### About this task:
Every line from the beginning of the records below up to the one holding "from pathlib import Path" should be quoted exactly; leave out the rest.

Dataset entries:
"""Which files a visit report is written to, written whole or not at all.

A ``.pdf`` holds every page.  A ``.png`` or ``.svg`` holds one page: a
report of one page writes the path given, a longer one ``NAME-1.png``,
``NAME-2.png``... beside it.  Every file is written through
:mod:`placer.io.outputs`: beside its target, then renamed over it, so that a
reader never sees half a report; files that exist are refused unless ``force``.
"""

from __future__ import annotations

from datetime import date
from pathlib import Path

from placer.io.outputs import replacing
from placer.views.report.pages import ReportPage, report_pages
from placer.views.sheet.files import PNG_DPI, require_matplotlib, sheet_paths
from placer.visitreport import VisitReport


def check_report_path(path: Path, *, force: bool = False) -> None:
    """Refuse a report file placer cannot write: unknown suffix, missing folder, a file
    that exists (without ``force``).

    Parameters
    ----------
    path : Path
        The report file asked for.
    force : bool
        Allow files that exist to be overwritten.

    Raises
    ------
    InputError
        matplotlib missing, or the path as above (option "sheet").
    """
    require_matplotlib()
    sheet_paths(Path(path), 1, force=force)


def write_report(report: VisitReport, path: Path, *, when: date | None = None,
                 force: bool = False) -> list[Path]:
    """Write the visit report; returns the files written.

    Parameters
    ----------
    report : VisitReport
        The visit.
    path : Path
        ``.pdf`` (every page in one file), ``.png`` or ``.svg`` (a file per
        page, ``NAME-1.png``... when there are several).
    when : date or None
        Date printed in the footer; None for today.
    force : bool
        Overwrite files that exist.

    Returns
    -------
    list of Path
        The files, in page order (one for a PDF).

    Raises
    ------
    InputError
        matplotlib missing, unknown suffix, missing folder, or a file that
        exists without ``force`` (nothing is written then).
    """
    check_report_path(Path(path), force=force)
    pages = report_pages(report, when)
    return write_pages(pages, Path(path), report.record.machine_name, force=force)


def write_pages(pages: list[ReportPage], path: Path, title: str, *,
                force: bool = False) -> list[Path]:
    """Write pages already drawn to ``path`` (see :func:`write_report`).

    Parameters
    ----------
    pages : list of ReportPage
        The pages.
    path : Path
        The file asked for.
    title : str
        The PDF's title.
    force : bool
        Overwrite files that exist.

    Returns
    -------
    list of Path
        The files written.
    """
    from matplotlib.backends.backend_pdf import PdfPages

    targets = sheet_paths(path, len(pages), force=force)
    suffix = path.suffix.lower()
    if suffix == ".pdf":
        def write_pdf(stream) -> None:
            with PdfPages(stream, metadata={"Title": f"Visit report: {title}",
                                            "Creator": "placer"}) as pdf:
                for page in pages:
                    pdf.savefig(page.figure)

        with replacing(targets[0], "sheet", force=force, what="visit report") as stream:
            write_pdf(stream)
        return [targets[0]]
    for page, target in zip(pages, targets):
        with replacing(target, "sheet", force=force, what="visit report") as stream:
            page.figure.savefig(stream, format=suffix[1:], dpi=PNG_DPI)
    return targets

### Exercise solution:
"""Which files a visit report is written to, written whole or not at all.

A ``.pdf`` holds every page.  A ``.png`` or ``.svg`` holds one page: a
report of one page writes the path given, a longer one ``NAME-1.png``,
``NAME-2.png``... beside it.  Every file is written through
:mod:`placer.io.outputs`: beside its target, then renamed over it, so that a
reader never sees half a report; files that exist are refused unless ``force``.
"""

from __future__ import annotations

from datetime import date
from pathlib import Path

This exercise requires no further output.